C. F. Noyes was hired as the building's leasing agent at the end of 1940. One of the larger tenants during the 1940s was the Westinghouse Electric and Manufacturing Company, which in 1941 leased four floors. Other tenants included real-estate agents, lawyers, brokers, and bankers, as well as a short-film theater in 1941. More tenants came during World War II, starting with the United States Department of the Navy. The building was 80% leased by 1943 and was 90% leased the following year. After the United States Department of War leased four floors in July 1944, the building reached full occupancy for the first time in its history. Many large tenants such as Prudential Financial, Westinghouse, and Western Union signed long-term leases. After several tenants left during the late 1940s, the building was completely rented again in 1951. At the time, 40 Wall Street's office space was renting for 4.22 $/ft2, a relatively high price for a building constructed before air conditioning became popular.

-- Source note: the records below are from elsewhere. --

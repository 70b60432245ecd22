"""Pattern loading (`pattern = true` on a load): every arrangement of loaded and unloaded spans is
checked, by superposition of one solve per span, without a combination per arrangement.

Spans: the stretches between the supports that hold (rigidly or by a spring) uy or uz; the part
beyond the outer such support at either end (an overhang) is a span too. They are numbered from 1
at end A.

Per-span load cases: a patterned load is split into its part on each span: a line load clipped to
the span (its intensity at the span's ends read off its linear variation); a point load or moment
belongs to the span it is on (exactly on a support: the span to its right; at end B: the last
span). The parts of one case on span k form the load case "<case> @ span k", so n spans cost n
solves, however many arrangements there are.

Switches and arrangements: in a combination that uses a case with patterned loads (a factor other
than zero), each part of that case on one span is a switch, on or off, with the case's factor; an
arrangement is any set of switches on (the patterned loads of one case on one span switch
together; a case's unpatterned loads stay in every arrangement), the empty one included (a load on
an overhang relieves the back span; without it the back span sags most). Two patterned cases in
one combination: every pair (2^n x 2^m arrangements). The arrangements are not listed: the
expanded member holds, for each such combination, a few arrangements as combinations of their own
(all switches on, none on, and those that the analysis and the checks find to govern some
quantity, analysis.superposition), each named in words: "dead + imposed (imposed on spans 1 and
3)". A combination that uses no patterned case keeps its name.
"""

from __future__ import annotations

from dataclasses import dataclass, replace
from typing import Iterable, Mapping, Sequence

from sizer.analysis.layout import position_tolerance
from sizer.errors import InputError
from sizer.model import CheckSettings, LineLoad, Load, Member, Patterning, PointLoad, Pressure
from sizer.phrase import joined, phrase, q

PART_MARK = " @ span "  # "<case> @ span <k>": the part of a patterned case on span k


@dataclass(frozen=True)
class Span:
    """A span between two transverse supports, or an overhang beyond the outer one (m)."""

    start: float
    end: float
    overhang: bool
    base: float | None = None  # for an overhang: the support it hangs from

    @property
    def length(self) -> float:
        return self.end - self.start


def spans(member: Member) -> list[Span]:
    """Spans between supports that hold (or spring) uy or uz, and overhangs beyond the outer ones,
    from end A; none when no support holds uy or uz."""
    held = sorted({s.at for s in member.supports if {"uy", "uz"} & (set(s.restrain) | set(s.springs))})
    if not held:
        return []
    found = [Span(a, b, False) for a, b in zip(held, held[1:]) if b > a]
    if held[0] > 0:
        found.insert(0, Span(0.0, held[0], True, held[0]))
    if held[-1] < member.length:
        found.append(Span(held[-1], member.length, True, held[-1]))
    return found


def pattern_spans(member: Member) -> list[Span]:
    """The spans loads are patterned over: `spans`, merged across supports closer than the position
    tolerance; the whole member when no support holds uy or uz."""
    tol = position_tolerance(member)
    found = [span for span in spans(member) if span.length > tol]
    return found or [Span(0.0, member.length, False)]


def span_of(at: float, span_list: Sequence[Span], tol: float) -> int:
    """Index (from 0) of the span a point at `at` (m) belongs to: the one it is inside, the one to its
    right when it is on a support, the last one at end B."""
    for index, span in enumerate(span_list):
        if at < span.end - tol:
            return index
    return len(span_list) - 1


def clipped(load: LineLoad, start: float, end: float) -> LineLoad:
    """The part of a line load from `start` to `end` (m, inside the load), its intensities (and
    pressures) at the new ends read off its linear variation."""

    def at(values_start: tuple, values_end: tuple, x: float) -> tuple:
        t = (x - load.start) / (load.end - load.start)
        return tuple(a + (b - a) * t for a, b in zip(values_start, values_end))

    area = load.area
    if area is not None:
        area = Pressure(at(area.p_start, area.p_end, start), at(area.p_start, area.p_end, end), area.width)
    return replace(load, start=start, end=end, q_start=at(load.q_start, load.q_end, start), q_end=at(load.q_start, load.q_end, end), area=area)


def parts_by_span(load: Load, span_list: Sequence[Span], tol: float) -> list[tuple[int, Load]]:
    """(span number from 1, the load's part on that span) for each span the load reaches."""
    if isinstance(load, PointLoad):
        return [(span_of(load.at, span_list, tol) + 1, load)]
    found: list[tuple[int, Load]] = []
    for number, span in enumerate(span_list, start=1):
        start, end = max(load.start, span.start), min(load.end, span.end)
        if end - start > tol:
            found.append((number, clipped(load, start, end)))
    return found


def span_words(numbers: Sequence[int]) -> str:
    """"span 2", "spans 1 and 3", "spans 1, 2 and 4", "no span"."""
    if not numbers:
        return "no span"
    if len(numbers) == 1:
        return f"span {numbers[0]}"
    return "spans " + ", ".join(map(str, numbers[:-1])) + f" and {numbers[-1]}"


MAX_SWITCHES = 400  # per combination: patterned cases x spans (docs/member-file.md); the searches over arrangements grow with their square


def expand_patterns(member: Member) -> Member:
    """The member with its patterned loads split into per-span load cases and each combination that
    uses them given its switches and two arrangements, all on and none on (see the module
    docstring; more are added by with_arrangements); the member itself when it has no patterned
    load or is expanded already. InputError when a combination would have more than MAX_SWITCHES
    switches, or a name made here is taken."""
    if member.patterning is not None or not any(load.pattern for load in member.loads):
        return member
    span_list, tol = pattern_spans(member), position_tolerance(member)
    loads: list[Load] = []
    reached: dict[str, list[int]] = {}
    for load in member.loads:
        if not load.pattern:
            loads.append(load)
            continue
        for number, part in parts_by_span(load, span_list, tol):
            loads.append(replace(part, case=f"{load.case}{PART_MARK}{number}"))
            if number not in reached.setdefault(load.case, []):
                reached[load.case].append(number)
    _refuse_taken_case_names(member, loads)
    switches: dict[str, tuple[tuple[str, float], ...]] = {}
    for name, factors in member.combinations.items():
        found = tuple((f"{case}{PART_MARK}{number}", factors[case]) for case in reached if factors.get(case, 0.0) != 0.0
                      for number in sorted(reached[case]))
        if len(found) > MAX_SWITCHES:
            raise InputError(member.source, _combination_key(member, name),
                             f"combination {name!r} patterns {len(found)} case parts over the spans, more than the {MAX_SWITCHES} sizer handles",
                             "pattern fewer spans (pattern = true on loads over fewer spans), or fewer cases in one combination")
        if found:
            switches[name] = found
    patterning = Patterning(member.loads, member.combinations, tuple((s.start, s.end) for s in span_list), {}, switches)
    expanded = replace(member, loads=tuple(loads), combinations={}, patterning=patterning, checks=_named_deflection_combinations(member))
    first = {name: [frozenset(range(len(found))), frozenset()] for name, found in switches.items()}
    return with_arrangements(expanded, first)


def arrangement_name(member: Member, origin: str, loaded: frozenset[int]) -> str:
    """The name of the arrangement of given combination `origin` with the switches `loaded` on:
    "<origin> (imposed on spans 1 and 3; snow on no span)"."""
    assert member.patterning is not None
    switches = member.patterning.switches[origin]
    cases: dict[str, list[int]] = {}
    for index, (part, _) in enumerate(switches):
        case, number = part.rsplit(PART_MARK, 1)
        cases.setdefault(case, [])
        if index in loaded:
            cases[case].append(int(number))
    return f"{origin} ({'; '.join(f'{case} on {span_words(numbers)}' for case, numbers in cases.items())})"


def _order_key(member: Member, origin: str, loaded: frozenset[int]) -> tuple:
    """Arrangements of one combination in order: for each case in turn, more spans loaded first,
    then by the spans loaded (all on first, none on last)."""
    assert member.patterning is not None
    cases: dict[str, list[int]] = {}
    for index, (part, _) in enumerate(member.patterning.switches[origin]):
        cases.setdefault(part.rsplit(PART_MARK, 1)[0], []).append(index)
    return tuple(item for indices in cases.values() for item in (-len(loaded.intersection(indices)), tuple(sorted(loaded.intersection(indices)))))


def with_arrangements(member: Member, added: Mapping[str, Iterable[frozenset[int]]]) -> Member:
    """The expanded member with the arrangements `added` (given combination -> sets of switches
    on) among its combinations, beside those it has; each combination's arrangements in order
    (_order_key). The member itself when nothing is new."""
    patterning = member.patterning
    assert patterning is not None
    held: dict[str, set[frozenset[int]]] = {}
    for name, loaded in patterning.loaded.items():
        held.setdefault(member.origin(name), set()).add(loaded)
    new = {origin: {frozenset(s) for s in sets} - held.get(origin, set()) for origin, sets in added.items()}
    if patterning.origins and not any(new.values()):
        return member
    combinations: dict[str, dict[str, float]] = {}
    origins: dict[str, str] = {}
    loaded_by_name: dict[str, frozenset[int]] = {}
    for origin, factors in patterning.combinations.items():
        switches = patterning.switches.get(origin)
        if switches is None:
            combinations[origin], origins[origin] = dict(factors), origin
            continue
        for loaded in sorted(held.get(origin, set()) | new.get(origin, set()), key=lambda on: _order_key(member, origin, on)):
            name = arrangement_name(member, origin, loaded)
            if name in combinations or name in patterning.combinations:
                raise InputError(member.source, _combination_key(member, origin), f"two combinations would be named {name!r}",
                                 "rename the combination, so that its pattern arrangements get names of their own")
            arranged = dict(factors)
            arranged.update({switches[k][0]: switches[k][1] for k in loaded})
            combinations[name], origins[name], loaded_by_name[name] = arranged, origin, loaded
    return replace(member, combinations=combinations, patterning=replace(patterning, origins=origins, loaded=loaded_by_name))


def every_arrangement(member: Member) -> Member:
    """The expanded member with every arrangement of every combination as a combination of its own
    (2^switches each): the brute-force reference the superposition is tested against; only for a
    few switches."""
    expanded = expand_patterns(member)
    if expanded.patterning is None:
        return expanded
    return with_arrangements(expanded, {origin: [frozenset(k for k in range(len(found)) if bits >> k & 1) for bits in range(2 ** len(found))]
                                        for origin, found in expanded.patterning.switches.items()})


def _combination_key(member: Member, name: str) -> str:
    return f'combinations."{name}"' if member.combinations_given else "loads"


def _refuse_taken_case_names(member: Member, loads: list[Load]) -> None:
    """InputError when a per-span case name made here is already the name of a case of the file."""
    given = set(member.cases) | {case for factors in member.combinations.values() for case in factors}
    for load in loads:
        if load.pattern and load.case in given:
            raise InputError(member.source, "loads", f"the case name {load.case!r} is needed for a part of a patterned load",
                             f"rename that case (names with '{PART_MARK.strip()}' are kept for pattern loading)")


def _named_deflection_combinations(member: Member) -> CheckSettings:
    """The member's check settings with the single keys' deflection combinations written out as the
    given combinations (each applies to all its arrangements) when the file left them to default."""
    settings = member.checks
    if settings.deflection_combinations is None and (settings.deflection_limit is not None or settings.deflection_limit_overhang is not None):
        return replace(settings, deflection_combinations=tuple(member.combinations))
    return settings


def arrangements_of(member: Member, given: Sequence[str] | None) -> tuple[str, ...]:
    """The combinations of `member` (expanded or not) that come from the given combinations named
    in `given` (None: every combination), in the member's order."""
    if given is None:
        return tuple(member.combinations)
    wanted = set(given)
    return tuple(name for name in member.combinations if member.origin(name) in wanted)


def pattern_notes(member: Member) -> list[str]:
    """The assumptions of pattern loading, for the outputs (none without patterned loads)."""
    patterning = member.patterning
    if patterning is None:
        return []
    numbered = joined("; ", (phrase(f"{k}: ", q(f"span_{k}", (a, b), "m")) for k, (a, b) in enumerate(patterning.spans, start=1)))
    counts: dict[str, int] = {}
    for name in member.combinations:
        origin = member.origin(name)
        counts[origin] = counts.get(origin, 0) + 1
    expanded = ", ".join(f"'{name}' over all {2 ** len(found)} arrangements ({counts.get(name, 0)} of them evaluated in full)"
                         for name, found in patterning.switches.items()) or "none"
    cases = sorted({load.case for load in patterning.loads if load.pattern})
    return [phrase(f"Pattern loading of case{'s' if len(cases) > 1 else ''} {', '.join(repr(c) for c in cases)}: spans (overhangs count) ",
                   numbered, ". Each patterned load is split by span and each span solved once; every arrangement of loaded and unloaded "
                   "spans (the case on no span included) is checked with the combination's factors (unpatterned loads of a case stay in "
                   "every arrangement; self-weight is never patterned): quantities linear in the loads (actions, stresses at each mesh "
                   "node, displacements) at their exact worst arrangement per station by per-span superposition; von Mises, combined shear "
                   "and deflection magnitude at each station and node over every arrangement exactly (the corners of the set of their "
                   "linear parts); lateral-torsional buckling by branch and bound. The arrangements that govern are evaluated in full and "
                   f"named. Arrangements: {expanded}.")]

==== 1946 plane crash ====
On the evening of May 20, 1946, a Beechcraft C-45F Expediter airplane belonging to the United States Army Air Forces crashed into 40 Wall Street's northern facade. The twin-engine plane was heading for Newark Airport on a flight originating at Lake Charles Army Air Field in Louisiana. It struck the 58th floor of the building at about 8:10 pm, creating a 20 × 10 ft hole in the masonry. The crash killed all five aboard the plane, including a Women's Army Corps officer, though no one in the building or on the ground was hurt. The fuselage and the wing of the splintered plane fell onto the 12th-story setback, while parts of the aircraft and pieces of brick and mortar from the building fell into the street below. Fog and low visibility were identified as the main causes of the crash, since LaGuardia Field had reported a heavy fog that reduced the ceiling to 500 ft, obscuring the view of the ground for the pilot at the building's 58th story.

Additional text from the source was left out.